LOL  I never really thought of it like that.


----------



## DMcFadden (Jul 14, 2009)

Grillsy said:


> DMcFadden said:
> 
> 
> > Statistically, there are a higher percentage of mega churches among the Restorationists (their prefered moniker) than any other denomination or group.
> ...



If you take a class in one of their schools on church history, it will inevitably be called "Restoration History" or the "History of the Restoration Movement" or some such thing. Calling themselves "only Chrisitans" is a pretty long term preference too. The full line is: "We are not the only Christians, we are only Christians." My comment was that they generally feel that "Campbellite" is a term of derision (besides they are "only Christians" not followers of Stone or Campbell), although they will accept historical lineage from the "Stone-Campbell" movement or Restoration Movement.


----------



## LawrenceU (Jul 14, 2009)

It is true that the American Restoration movement has a very bad theological base. But, I would ask that you pray for the people in this movement. There are some very good things going on in the movement today. There are streams within the movement that are urging a move to theological soundness.
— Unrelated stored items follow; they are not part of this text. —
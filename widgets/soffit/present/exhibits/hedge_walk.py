"""The walked hedge: promise beside delivery, where the difference came from, and one asset's path."""

from __future__ import annotations

import numpy as np
import numpy.typing as npt

from soffit.estimate.statistic import NotApplicable
from soffit.present.exhibits.hedge import MOST_ROWS, beta_sources
from soffit.present.spec import (
    Axis,
    AxisScale,
    Bars,
    Column,
    Exhibit,
    FigureSpec,
    Line,
    Mark,
    NumberForm,
    Orientation,
    Points,
    Role,
    Rule,
    Segments,
    TableSpec,
)
from soffit.present.wording.hedge import GAP_IN_PRINT, walk_finding, walk_phrase
from soffit.present.wording.numbers import plural, show
from soffit.present.wording.sample import sample_line
from soffit.study import HedgeWalk, Study

__all__ = [
    "cumulative_figure",
    "delivery_figure",
    "exhibit",
    "featured",
    "gap_figure",
    "gap_table",
    "promise_table",
    "residual_beta_figure",
]

_LINES = (Role.ESTIMATE, Role.SECOND, Role.THIRD, Role.MARKET, Role.MUTED)
_PARTS = {
    "estimation": "estimation error",
    "drift": "betas that moved",
    "residual_risk": "change in residual risk",
    "holding": "ratios that drifted",
    "rule": "rule beside plain betas",
}
_PRINT = ("dahlgran-2009", "fama-french-1997", "lewellen-nagel-2006", "lien-2006", "wang-wu-yang-2015")


def featured(walk: HedgeWalk) -> str:
    """Asset whose path is shown when none is chosen: the one with the largest promised alpha."""
    return str(walk.table["promised_alpha"].idxmax())


def exhibit(study: Study, asset: str | None = None) -> Exhibit:
    """Build the exhibit of the walked hedge.

    Parameters
    ----------
    study : Study
        What it is about.
    asset : str, optional
        Asset whose path is drawn; the one with the largest promised alpha if None.
    """
    walk = study.walk_forward()
    name = asset or featured(walk)
    figures = [delivery_figure(study, walk), cumulative_figure(study, walk, name), gap_figure(study, walk)]
    notes = [walk.missing.reason] if walk.missing else []
    rolling = residual_beta_figure(study, walk, name)
    if isinstance(rolling, NotApplicable):
        notes.append(f"{rolling.name}: {rolling.reason}")
    else:
        figures.insert(2, rolling)
    return Exhibit(
        key="hedge-walk",
        title="Walk-forward: promise and delivery",
        sample=f"{sample_line(study)} · {walk_phrase(study, walk)}",
        finding=walk_finding(walk),
        figures=tuple(figures),
        tables=(promise_table(study, walk), gap_table(study, walk)),
        sources=(*beta_sources(study), *_PRINT),
        cautions=("Delivered returns are before costs.", GAP_IN_PRINT),
        notes=tuple(notes),
    )


def _footnote(study: Study, walk: HedgeWalk) -> str:
    words = walk_phrase(study, walk)
    return f"{sample_line(study)}. {words[0].upper()}{words[1:]}."


def delivery_figure(study: Study, walk: HedgeWalk) -> FigureSpec:
    """Draw promised and delivered volatility of each hedge."""
    table = walk.table.loc[~walk.report.short]
    wide = (
        (table["volatility"] - table["promised_volatility"]).abs().sort_values(ascending=False, kind="stable")
    )
    shown = table.loc[wide.index[:MOST_ROWS]].sort_values("volatility", kind="stable")
    at = np.arange(len(shown), dtype=float)
    names = tuple(str(name) for name in shown.index)
    said, came = (shown[key].to_numpy(dtype=float) for key in ("promised_volatility", "volatility"))
    percent = NumberForm.PERCENT
    hover = tuple(
        f"{name}: {show(row.promised_volatility, percent)} promised, {show(row.volatility, percent)} delivered"
        for name, row in zip(shown.index, shown.itertuples(), strict=True)
    )
    cut = f" The {MOST_ROWS} widest differences of {len(table):,} assets." if len(table) > len(shown) else ""
    return FigureSpec(
        key="hedge-walk-volatility",
        title="Volatility left by the hedge: promised and delivered",
        x=Axis("Volatility of the hedged return, % a year", percent),
        y=Axis("", NumberForm.TEXT, scale=AxisScale.CATEGORY, categories=names),
        marks=(
            Segments("gap", at, np.minimum(said, came), np.maximum(said, came), Orientation.HORIZONTAL),
            Points("promised", said, at, names, (Role.PROMISED,), hover, label="promised", selectable=True),
            Points(
                "delivered", came, at, names, (Role.DELIVERED,), hover, label="delivered", selectable=True
            ),
        ),
        alt=(
            f"Promised and delivered volatility of {plural(len(shown), 'hedge')}; {int((came > said).sum())} "
            "delivered more than promised."
        ),
        footnote=f"{_footnote(study, walk)}{cut}",
        aspect=1.2,
    )


def cumulative_figure(study: Study, walk: HedgeWalk, asset: str) -> FigureSpec:
    """Draw cumulative returns of one asset: unhedged, promised and delivered."""
    total = walk.path(asset).cumsum()
    dates = total.index.to_numpy()
    lines = (
        ("unhedged", Role.MUTED, "unhedged", False),
        ("promised", Role.PROMISED, "in-sample hedge", True),
        ("delivered", Role.DELIVERED, "delivered", False),
    )
    last = ", ".join(
        f"{words} {show(float(total[key].iloc[-1]), NumberForm.SHARE)}" for key, _, words, _ in lines
    )
    return FigureSpec(
        key="hedge-walk-cumulative",
        title=f"{asset}: cumulative returns",
        x=Axis("", NumberForm.DATE, scale=AxisScale.DATE),
        y=Axis("Sum of excess returns, %", NumberForm.SHARE),
        marks=(
            Rule("zero", 0.0, Orientation.HORIZONTAL, Role.REFERENCE),
            *(Line(key, dates, total[key].to_numpy(), role, words, dash) for key, role, words, dash in lines),
        ),
        alt=f"Sums of excess returns of {asset} over the hedged dates end at: {last}.",
        footnote=(
            f"{_footnote(study, walk)} The in-sample hedge has the constant betas that fit these dates best, "
            "known only afterwards. Before costs."
        ),
    )


def residual_beta_figure(study: Study, walk: HedgeWalk, asset: str) -> FigureSpec | NotApplicable:
    """Draw the betas that one asset's hedged return still has, over rolling windows."""
    found = walk.residual_betas(asset)
    if isinstance(found, NotApplicable):
        return found
    beta, error = found
    chosen = beta.abs().mean().sort_values(ascending=False, kind="stable").index[: len(_LINES)]
    names = [str(name) for name in beta if name in set(chosen)]
    away = (beta.abs() > 2.0 * error).mean()
    dates = beta.index.to_numpy()
    marks: list[Mark] = [Rule("zero", 0.0, Orientation.HORIZONTAL, Role.REFERENCE)]
    for name, role in zip(names, _LINES, strict=False):
        marks.append(Line(f"beta {name}", dates, beta[name].to_numpy(), role, name))
    listed = ", ".join(f"{name} {show(float(away[name]), NumberForm.SHARE)}" for name in names)
    cut = f" The {len(names)} largest of {beta.shape[1]} legs." if beta.shape[1] > len(names) else ""
    window = plural(walk.walk.schedule.window, walk.sample.frequency.noun)
    return FigureSpec(
        key="hedge-walk-residual-beta",
        title=f"{asset}: betas left in the hedged return",
        x=Axis("", NumberForm.DATE, scale=AxisScale.DATE),
        y=Axis("Residual beta", NumberForm.RATIO),
        marks=tuple(marks),
        alt=(
            f"Betas of the hedged return of {asset} over rolling windows of {window}. Share of windows with a "
            f"beta more than two standard errors from zero: {listed}."
        ),
        footnote=f"{_footnote(study, walk)} Windows of {window} of hedged returns, at their last date.{cut}",
    )


def _parts(walk: HedgeWalk) -> dict[str, str]:
    """Parts of the gap that this walk can have."""
    hidden = {"holding"} if walk.walk.schedule.hold == 1 else set()
    if walk.walk.rule.is_plain:
        hidden.add("rule")
    return {key: words for key, words in _PARTS.items() if key not in hidden}


def gap_figure(study: Study, walk: HedgeWalk) -> FigureSpec:
    """Draw where the difference between delivered and promised variance came from, on average."""
    parts = _parts(walk)
    mean = walk.gap.loc[~walk.report.short].mean()
    # The first category stands at the bottom.
    values: npt.NDArray[np.float64] = np.array([mean["whole"], *(mean[key] for key in reversed(parts))])
    names = ("together", *reversed(parts.values()))
    listed = ", ".join(
        f"{name} {show(float(value), NumberForm.SHARE)}" for name, value in zip(names, values, strict=True)
    )
    roles = (Role.MUTED, *(Role.DELIVERED for _ in parts))
    return FigureSpec(
        key="hedge-walk-gap",
        title="Where the difference in variance came from",
        x=Axis("Share of the promised variance, mean over the assets", NumberForm.SHARE),
        y=Axis("", NumberForm.TEXT, scale=AxisScale.CATEGORY, categories=names),
        marks=(
            Bars("parts", np.arange(len(names), dtype=float), values, names, Orientation.HORIZONTAL, roles),
            Rule("zero", 0.0, Orientation.VERTICAL, Role.REFERENCE),
        ),
        alt=f"Delivered less promised variance as a share of the promised: {listed}.",
        footnote=f"{_footnote(study, walk)} {_METHOD}",
        aspect=2.0,
    )


_METHOD = (
    "Estimation error: the average of σ²·f'S⁻¹f, what errors in constant betas add to a prediction's variance. "
    "Residual risk: residual variance within blocks of hedged periods less that of the windows. Betas that moved: "
    "the rest."
)


def promise_table(study: Study, walk: HedgeWalk) -> TableSpec:
    """Tabulate promise beside delivery."""
    percent, ratio, share = NumberForm.PERCENT, NumberForm.RATIO, NumberForm.SHARE
    columns = (
        Column("promised_volatility", "Vol. promised, a year", percent),
        Column("volatility", "delivered", percent),
        Column("promised_effectiveness", "Effectiveness promised", share),
        Column("effectiveness", "delivered", share),
        Column("promised_alpha", "Alpha promised, a year", percent),
        Column("mean", "Mean delivered", percent),
        Column("alpha", "Alpha delivered", percent),
        Column("t", "t", ratio),
        Column("promised_appraisal", "Appraisal ratio promised, a year", ratio),
        Column("appraisal", "delivered", ratio),
        *(Column(f"beta {name}", f"Residual β {name}", ratio) for name in walk.sample.factor_names),
        Column("periods", "Hedged periods", NumberForm.COUNT),
    )
    return TableSpec(
        key="hedge-walk-promise",
        title="Promise and delivery of the hedges",
        columns=columns,
        frame=walk.table,
        footnote=(
            f"{_footnote(study, walk)} Promised: averages over the estimation windows, volatility corrected for "
            "the degrees of freedom. Alpha and appraisal ratio delivered are after the residual betas. Before "
            "costs. A dash: too few hedged periods."
        ),
    )


def gap_table(study: Study, walk: HedgeWalk) -> TableSpec:
    """Tabulate where the difference in variance came from."""
    percent, share = NumberForm.PERCENT, NumberForm.SHARE
    columns = (
        Column("promised", "Vol. promised, a year", percent),
        Column("delivered", "Vol. delivered, a year", percent),
        Column("whole", "Variance over promise", share),
        *(Column(key, f"{words[0].upper()}{words[1:]}", share) for key, words in _parts(walk).items()),
        Column("drift_t", "t of betas that moved", NumberForm.RATIO),
    )
    return TableSpec(
        key="hedge-walk-gap",
        title="Where the difference in variance came from",
        columns=columns,
        frame=walk.gap,
        footnote=(
            f"{_footnote(study, walk)} Shares of the variance that plain betas promised; the parts add up to the "
            f"whole. {_METHOD} Its t ratio comes from its spread over blocks of time; a dash: too few blocks."
        ),
    )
If you want to have a viable dialogue with someone in one of those churches never use the term 'Campbellite' with them. That will do no good at all.


----------



## Grillsy (Jul 14, 2009)

LawrenceU said:


> It is true that the American Restoration movement has a very bad theological base. But, I would ask that you pray for the people in this movement. There are some very good things going on in the movement today. There are streams within the movement that are urging a move to theological soundness.
> 
> If you want to have a viable dialogue with someone in one of those churches never use the term 'Campbellite' with them. That will do no good at all.



Lawrence you are absolutely right about not using the term Campbellite if you want to have a dialogue with one of them.

I used the term here simply to avoid any confusing among certain groups who would call themselves "Christian" or any of the other ambiguous nomenclatures that they claim.

-----Added 7/14/2009 at 11:55:40 EST-----



DMcFadden said:


> Grillsy said:
> 
> 
> > DMcFadden said:
> ...




When I took the class it was called Restoration Heritage (had to take it to graduate). To be honest when taking the class, I found it a little spooky, almost cultic.


----------